Your goal —
Give the number of lines in these entries that contain the string "Turns", with no further comment.

Study material —
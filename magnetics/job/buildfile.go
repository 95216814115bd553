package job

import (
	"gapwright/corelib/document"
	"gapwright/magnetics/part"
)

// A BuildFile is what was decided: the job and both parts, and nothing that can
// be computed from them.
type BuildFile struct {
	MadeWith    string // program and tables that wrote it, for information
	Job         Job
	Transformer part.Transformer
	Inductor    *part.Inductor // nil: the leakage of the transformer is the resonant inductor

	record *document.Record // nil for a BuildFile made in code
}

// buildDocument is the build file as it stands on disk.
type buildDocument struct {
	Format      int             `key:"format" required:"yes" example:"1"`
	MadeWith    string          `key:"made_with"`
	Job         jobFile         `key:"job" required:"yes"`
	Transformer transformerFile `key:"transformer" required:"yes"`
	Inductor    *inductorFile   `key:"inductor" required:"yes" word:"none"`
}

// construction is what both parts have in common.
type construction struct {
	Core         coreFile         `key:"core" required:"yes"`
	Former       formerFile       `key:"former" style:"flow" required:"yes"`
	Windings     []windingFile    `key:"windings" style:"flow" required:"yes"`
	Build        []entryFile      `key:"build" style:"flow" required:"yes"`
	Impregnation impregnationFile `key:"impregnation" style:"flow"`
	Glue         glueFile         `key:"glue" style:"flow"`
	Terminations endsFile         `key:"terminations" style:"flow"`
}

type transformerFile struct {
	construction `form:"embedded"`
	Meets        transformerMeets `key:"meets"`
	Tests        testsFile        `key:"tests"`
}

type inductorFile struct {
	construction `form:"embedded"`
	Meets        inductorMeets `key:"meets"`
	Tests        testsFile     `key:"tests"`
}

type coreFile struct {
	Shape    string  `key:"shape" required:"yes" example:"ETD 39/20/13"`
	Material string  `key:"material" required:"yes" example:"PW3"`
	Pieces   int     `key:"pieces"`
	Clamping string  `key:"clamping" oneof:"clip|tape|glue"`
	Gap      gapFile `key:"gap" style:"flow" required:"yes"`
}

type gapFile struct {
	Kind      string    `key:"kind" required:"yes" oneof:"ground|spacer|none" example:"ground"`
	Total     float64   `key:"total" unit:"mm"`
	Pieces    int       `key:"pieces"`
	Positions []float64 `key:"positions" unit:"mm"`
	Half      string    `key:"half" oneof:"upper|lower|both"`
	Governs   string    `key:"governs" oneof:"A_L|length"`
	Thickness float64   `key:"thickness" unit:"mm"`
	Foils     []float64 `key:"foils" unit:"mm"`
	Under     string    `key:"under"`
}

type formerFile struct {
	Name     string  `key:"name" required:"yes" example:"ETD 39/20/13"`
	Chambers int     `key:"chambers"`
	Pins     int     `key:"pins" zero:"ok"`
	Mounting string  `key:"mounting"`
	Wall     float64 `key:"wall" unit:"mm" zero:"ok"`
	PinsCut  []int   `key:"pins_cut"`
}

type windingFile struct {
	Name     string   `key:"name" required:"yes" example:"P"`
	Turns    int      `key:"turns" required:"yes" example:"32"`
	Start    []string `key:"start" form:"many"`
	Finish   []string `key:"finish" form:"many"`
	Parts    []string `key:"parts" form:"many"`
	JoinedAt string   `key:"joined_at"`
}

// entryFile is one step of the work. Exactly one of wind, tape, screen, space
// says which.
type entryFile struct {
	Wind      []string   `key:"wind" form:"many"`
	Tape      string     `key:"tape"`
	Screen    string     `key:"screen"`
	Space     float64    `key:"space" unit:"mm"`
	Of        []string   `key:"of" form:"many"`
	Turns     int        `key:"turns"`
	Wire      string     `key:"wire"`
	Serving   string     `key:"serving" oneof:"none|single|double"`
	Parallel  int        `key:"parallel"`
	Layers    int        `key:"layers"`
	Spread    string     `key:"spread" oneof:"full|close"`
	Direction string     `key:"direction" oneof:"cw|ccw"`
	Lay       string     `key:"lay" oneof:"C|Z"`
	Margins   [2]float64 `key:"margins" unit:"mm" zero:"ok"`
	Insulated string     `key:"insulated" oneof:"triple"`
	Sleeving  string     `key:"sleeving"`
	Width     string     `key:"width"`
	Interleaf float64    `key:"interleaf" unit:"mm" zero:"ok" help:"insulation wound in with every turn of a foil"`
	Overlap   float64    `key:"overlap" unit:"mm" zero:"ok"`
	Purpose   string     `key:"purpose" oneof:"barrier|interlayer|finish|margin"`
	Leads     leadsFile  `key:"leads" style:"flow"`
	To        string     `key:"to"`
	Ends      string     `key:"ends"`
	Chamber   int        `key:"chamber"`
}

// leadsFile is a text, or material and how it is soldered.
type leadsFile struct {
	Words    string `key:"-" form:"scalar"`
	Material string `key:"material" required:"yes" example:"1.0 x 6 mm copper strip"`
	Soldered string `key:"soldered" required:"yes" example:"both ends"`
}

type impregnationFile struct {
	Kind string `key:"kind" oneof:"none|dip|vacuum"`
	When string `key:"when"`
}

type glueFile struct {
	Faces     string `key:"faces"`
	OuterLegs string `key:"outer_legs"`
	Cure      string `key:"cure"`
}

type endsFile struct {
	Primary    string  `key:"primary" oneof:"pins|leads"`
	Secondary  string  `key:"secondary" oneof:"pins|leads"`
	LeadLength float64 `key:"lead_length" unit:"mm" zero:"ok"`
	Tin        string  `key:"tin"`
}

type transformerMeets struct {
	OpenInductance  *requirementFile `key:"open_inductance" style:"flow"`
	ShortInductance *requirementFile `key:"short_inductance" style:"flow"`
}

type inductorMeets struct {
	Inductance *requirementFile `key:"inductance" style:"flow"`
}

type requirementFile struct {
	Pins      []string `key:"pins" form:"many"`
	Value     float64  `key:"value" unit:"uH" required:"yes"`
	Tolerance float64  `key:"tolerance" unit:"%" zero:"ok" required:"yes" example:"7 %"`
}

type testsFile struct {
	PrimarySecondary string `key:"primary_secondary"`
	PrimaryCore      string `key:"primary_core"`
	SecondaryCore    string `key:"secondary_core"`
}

Solved problem —
2